→ **INSTRUCTIONS FOR THE TASK**: The string "fontFamily" appears in some lines of the entries that follow; copy each such line.

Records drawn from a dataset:

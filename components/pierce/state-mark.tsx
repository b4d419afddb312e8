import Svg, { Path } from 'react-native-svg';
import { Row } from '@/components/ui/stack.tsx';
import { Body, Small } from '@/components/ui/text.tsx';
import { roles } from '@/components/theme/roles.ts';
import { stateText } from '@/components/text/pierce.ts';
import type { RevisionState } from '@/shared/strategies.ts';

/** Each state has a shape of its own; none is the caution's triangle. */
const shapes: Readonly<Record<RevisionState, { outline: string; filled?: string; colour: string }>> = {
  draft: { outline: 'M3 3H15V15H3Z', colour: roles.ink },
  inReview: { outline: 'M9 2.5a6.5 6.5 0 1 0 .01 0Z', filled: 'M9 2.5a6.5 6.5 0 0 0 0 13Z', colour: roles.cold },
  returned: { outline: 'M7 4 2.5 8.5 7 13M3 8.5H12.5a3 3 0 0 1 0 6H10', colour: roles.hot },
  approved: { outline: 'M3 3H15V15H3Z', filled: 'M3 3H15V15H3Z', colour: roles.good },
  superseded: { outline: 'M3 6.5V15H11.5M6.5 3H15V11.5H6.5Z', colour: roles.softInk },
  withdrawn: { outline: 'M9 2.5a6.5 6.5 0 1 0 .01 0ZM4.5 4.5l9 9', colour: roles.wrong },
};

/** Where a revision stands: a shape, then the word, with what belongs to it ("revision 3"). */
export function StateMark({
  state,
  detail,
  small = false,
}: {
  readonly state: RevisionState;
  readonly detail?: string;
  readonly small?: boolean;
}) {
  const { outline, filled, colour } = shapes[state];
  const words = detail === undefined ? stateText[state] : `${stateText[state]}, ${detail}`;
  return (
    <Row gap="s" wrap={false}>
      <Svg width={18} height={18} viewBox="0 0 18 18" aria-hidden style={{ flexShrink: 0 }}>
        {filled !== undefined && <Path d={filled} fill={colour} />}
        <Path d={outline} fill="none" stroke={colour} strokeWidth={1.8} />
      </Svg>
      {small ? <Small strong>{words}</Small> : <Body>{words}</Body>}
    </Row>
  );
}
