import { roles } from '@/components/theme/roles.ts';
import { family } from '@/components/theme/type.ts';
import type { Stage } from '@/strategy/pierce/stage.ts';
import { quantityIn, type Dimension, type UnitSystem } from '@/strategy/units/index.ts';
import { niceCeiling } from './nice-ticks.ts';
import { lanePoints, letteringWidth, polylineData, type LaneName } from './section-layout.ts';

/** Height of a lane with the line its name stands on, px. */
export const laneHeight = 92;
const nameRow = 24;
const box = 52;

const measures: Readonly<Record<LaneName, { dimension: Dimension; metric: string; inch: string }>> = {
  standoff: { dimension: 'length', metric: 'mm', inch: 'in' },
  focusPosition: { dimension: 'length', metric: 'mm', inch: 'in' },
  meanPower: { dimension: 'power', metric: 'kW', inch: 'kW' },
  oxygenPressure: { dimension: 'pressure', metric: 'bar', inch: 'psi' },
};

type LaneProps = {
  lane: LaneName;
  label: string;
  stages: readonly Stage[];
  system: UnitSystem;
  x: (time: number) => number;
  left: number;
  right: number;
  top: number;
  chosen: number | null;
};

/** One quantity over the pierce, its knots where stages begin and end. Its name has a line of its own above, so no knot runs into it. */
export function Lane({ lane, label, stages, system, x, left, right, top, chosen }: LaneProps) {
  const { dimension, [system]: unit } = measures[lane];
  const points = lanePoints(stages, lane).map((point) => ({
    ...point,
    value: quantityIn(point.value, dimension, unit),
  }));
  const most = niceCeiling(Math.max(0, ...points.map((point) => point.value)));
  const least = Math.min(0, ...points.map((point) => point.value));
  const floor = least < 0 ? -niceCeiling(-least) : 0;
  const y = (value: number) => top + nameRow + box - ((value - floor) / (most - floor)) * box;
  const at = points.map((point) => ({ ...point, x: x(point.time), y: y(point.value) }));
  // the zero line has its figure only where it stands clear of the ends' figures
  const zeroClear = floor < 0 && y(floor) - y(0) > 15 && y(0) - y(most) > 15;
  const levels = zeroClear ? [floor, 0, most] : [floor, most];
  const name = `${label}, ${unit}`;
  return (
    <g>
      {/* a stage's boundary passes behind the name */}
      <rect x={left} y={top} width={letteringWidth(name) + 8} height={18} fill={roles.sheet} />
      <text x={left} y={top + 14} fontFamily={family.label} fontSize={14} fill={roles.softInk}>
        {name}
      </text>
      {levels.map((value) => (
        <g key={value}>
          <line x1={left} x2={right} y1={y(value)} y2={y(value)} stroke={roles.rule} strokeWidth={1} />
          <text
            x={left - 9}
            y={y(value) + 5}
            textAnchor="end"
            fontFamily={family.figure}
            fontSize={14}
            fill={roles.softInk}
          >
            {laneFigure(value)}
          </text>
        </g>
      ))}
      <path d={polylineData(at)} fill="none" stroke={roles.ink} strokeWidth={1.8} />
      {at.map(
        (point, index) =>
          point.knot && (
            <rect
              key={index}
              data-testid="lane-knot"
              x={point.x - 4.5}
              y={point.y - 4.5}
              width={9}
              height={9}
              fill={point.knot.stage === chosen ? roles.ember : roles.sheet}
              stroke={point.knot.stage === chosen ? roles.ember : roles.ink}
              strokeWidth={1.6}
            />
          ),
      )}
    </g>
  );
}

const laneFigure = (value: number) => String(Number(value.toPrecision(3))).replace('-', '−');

==

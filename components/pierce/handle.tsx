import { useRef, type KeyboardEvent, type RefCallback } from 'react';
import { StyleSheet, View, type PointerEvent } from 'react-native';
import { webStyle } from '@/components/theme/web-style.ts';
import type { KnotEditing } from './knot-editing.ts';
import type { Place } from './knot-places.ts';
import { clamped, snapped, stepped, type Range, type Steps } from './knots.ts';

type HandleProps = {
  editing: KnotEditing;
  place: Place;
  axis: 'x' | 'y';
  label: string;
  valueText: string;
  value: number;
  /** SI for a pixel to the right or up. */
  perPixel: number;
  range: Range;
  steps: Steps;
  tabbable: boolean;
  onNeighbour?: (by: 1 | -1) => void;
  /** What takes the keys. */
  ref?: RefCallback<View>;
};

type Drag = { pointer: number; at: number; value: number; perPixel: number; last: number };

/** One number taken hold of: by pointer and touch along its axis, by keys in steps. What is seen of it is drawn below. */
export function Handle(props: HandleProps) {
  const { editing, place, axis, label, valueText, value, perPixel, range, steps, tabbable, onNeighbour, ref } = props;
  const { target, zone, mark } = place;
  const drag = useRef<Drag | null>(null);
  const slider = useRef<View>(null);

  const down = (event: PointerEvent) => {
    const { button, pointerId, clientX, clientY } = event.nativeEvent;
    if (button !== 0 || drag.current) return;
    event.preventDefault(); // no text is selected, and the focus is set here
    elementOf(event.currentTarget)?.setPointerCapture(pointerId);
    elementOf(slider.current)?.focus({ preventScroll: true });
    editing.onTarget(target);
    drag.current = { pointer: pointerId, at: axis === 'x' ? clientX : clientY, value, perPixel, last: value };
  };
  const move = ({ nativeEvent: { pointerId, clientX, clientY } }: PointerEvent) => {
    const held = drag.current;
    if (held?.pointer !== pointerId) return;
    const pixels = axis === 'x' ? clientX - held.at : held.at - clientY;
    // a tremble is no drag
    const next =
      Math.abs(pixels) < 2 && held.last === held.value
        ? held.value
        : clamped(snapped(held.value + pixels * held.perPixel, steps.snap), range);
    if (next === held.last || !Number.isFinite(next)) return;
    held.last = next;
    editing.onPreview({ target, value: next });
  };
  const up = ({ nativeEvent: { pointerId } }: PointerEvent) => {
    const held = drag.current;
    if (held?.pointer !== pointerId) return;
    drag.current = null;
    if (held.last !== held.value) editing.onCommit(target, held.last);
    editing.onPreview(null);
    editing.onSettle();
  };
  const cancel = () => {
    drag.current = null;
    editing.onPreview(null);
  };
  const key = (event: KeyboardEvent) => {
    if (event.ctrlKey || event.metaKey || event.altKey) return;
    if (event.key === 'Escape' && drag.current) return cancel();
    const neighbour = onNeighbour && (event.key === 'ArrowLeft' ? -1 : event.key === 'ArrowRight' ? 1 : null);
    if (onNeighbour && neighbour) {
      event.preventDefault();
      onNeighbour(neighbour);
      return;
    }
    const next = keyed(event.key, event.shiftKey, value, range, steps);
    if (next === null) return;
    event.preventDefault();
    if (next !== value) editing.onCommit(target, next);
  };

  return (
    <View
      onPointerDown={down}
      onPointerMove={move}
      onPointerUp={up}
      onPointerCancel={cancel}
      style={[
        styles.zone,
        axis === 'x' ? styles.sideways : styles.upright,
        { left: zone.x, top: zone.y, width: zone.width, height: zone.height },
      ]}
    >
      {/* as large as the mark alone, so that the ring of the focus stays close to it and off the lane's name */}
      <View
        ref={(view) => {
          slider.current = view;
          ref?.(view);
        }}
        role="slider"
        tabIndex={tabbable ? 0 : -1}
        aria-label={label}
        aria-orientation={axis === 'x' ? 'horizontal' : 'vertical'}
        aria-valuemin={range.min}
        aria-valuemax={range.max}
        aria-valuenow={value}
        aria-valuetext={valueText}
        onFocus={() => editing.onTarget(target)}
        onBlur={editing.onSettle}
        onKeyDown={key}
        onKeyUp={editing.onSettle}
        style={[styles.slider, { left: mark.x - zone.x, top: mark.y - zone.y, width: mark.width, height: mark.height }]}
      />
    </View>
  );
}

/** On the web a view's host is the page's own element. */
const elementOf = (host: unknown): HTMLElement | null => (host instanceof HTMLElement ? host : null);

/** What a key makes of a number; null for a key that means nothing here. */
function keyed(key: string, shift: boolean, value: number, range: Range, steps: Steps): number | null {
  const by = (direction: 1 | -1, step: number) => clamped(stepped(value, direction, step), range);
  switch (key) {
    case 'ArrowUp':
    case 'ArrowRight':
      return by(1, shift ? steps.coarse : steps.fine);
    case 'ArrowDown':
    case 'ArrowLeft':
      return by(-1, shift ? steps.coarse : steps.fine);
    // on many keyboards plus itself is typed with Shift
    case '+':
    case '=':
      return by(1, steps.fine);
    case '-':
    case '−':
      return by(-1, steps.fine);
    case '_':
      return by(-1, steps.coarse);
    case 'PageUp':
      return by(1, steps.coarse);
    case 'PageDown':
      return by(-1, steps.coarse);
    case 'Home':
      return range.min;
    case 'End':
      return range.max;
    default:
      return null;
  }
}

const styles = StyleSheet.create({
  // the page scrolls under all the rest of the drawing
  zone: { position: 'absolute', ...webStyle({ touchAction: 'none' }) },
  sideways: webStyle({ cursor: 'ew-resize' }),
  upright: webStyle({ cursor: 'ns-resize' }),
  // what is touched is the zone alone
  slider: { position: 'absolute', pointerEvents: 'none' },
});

* * *

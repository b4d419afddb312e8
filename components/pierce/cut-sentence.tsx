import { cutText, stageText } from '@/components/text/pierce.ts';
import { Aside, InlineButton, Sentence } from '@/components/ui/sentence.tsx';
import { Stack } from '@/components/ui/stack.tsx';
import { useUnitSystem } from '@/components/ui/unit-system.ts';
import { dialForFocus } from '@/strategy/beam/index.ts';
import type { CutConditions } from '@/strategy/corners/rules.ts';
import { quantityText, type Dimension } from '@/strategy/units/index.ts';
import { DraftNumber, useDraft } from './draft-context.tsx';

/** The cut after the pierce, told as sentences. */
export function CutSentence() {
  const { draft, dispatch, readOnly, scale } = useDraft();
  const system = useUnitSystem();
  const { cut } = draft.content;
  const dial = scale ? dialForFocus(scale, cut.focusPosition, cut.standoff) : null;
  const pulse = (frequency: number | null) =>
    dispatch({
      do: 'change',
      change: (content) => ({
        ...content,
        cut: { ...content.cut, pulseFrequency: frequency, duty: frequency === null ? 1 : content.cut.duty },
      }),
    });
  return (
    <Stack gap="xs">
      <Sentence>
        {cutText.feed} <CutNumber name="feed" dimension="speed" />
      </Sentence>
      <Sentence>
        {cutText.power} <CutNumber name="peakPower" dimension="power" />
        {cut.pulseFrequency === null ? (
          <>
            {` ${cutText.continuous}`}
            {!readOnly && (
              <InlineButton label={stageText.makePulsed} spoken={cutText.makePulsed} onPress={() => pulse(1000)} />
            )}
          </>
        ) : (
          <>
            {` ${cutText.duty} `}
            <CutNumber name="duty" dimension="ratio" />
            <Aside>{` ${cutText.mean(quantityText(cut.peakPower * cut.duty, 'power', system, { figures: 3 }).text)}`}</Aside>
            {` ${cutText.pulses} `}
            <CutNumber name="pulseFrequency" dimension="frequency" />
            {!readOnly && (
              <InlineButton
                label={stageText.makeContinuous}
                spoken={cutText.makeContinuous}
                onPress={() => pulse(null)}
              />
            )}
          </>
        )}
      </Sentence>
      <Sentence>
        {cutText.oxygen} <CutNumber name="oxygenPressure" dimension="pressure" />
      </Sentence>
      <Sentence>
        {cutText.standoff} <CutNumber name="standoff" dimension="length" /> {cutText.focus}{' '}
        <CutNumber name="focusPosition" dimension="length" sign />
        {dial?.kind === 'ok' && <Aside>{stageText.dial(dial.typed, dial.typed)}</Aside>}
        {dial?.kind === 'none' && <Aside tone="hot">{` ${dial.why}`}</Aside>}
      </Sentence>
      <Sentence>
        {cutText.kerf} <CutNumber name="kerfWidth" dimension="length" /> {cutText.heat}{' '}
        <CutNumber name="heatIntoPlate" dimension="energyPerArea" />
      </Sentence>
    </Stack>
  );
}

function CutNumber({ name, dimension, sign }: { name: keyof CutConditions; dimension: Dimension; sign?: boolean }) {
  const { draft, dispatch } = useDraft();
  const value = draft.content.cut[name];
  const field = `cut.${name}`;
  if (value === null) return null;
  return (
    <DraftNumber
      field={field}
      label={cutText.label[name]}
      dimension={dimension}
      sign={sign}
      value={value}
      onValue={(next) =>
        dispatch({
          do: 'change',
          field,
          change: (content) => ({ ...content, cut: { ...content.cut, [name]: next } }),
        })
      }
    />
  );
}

→ **THE COMPLETED TASK**:
      <text x={left} y={top + 14} fontFamily={family.label} fontSize={14} fill={roles.softInk}>
            fontFamily={family.figure}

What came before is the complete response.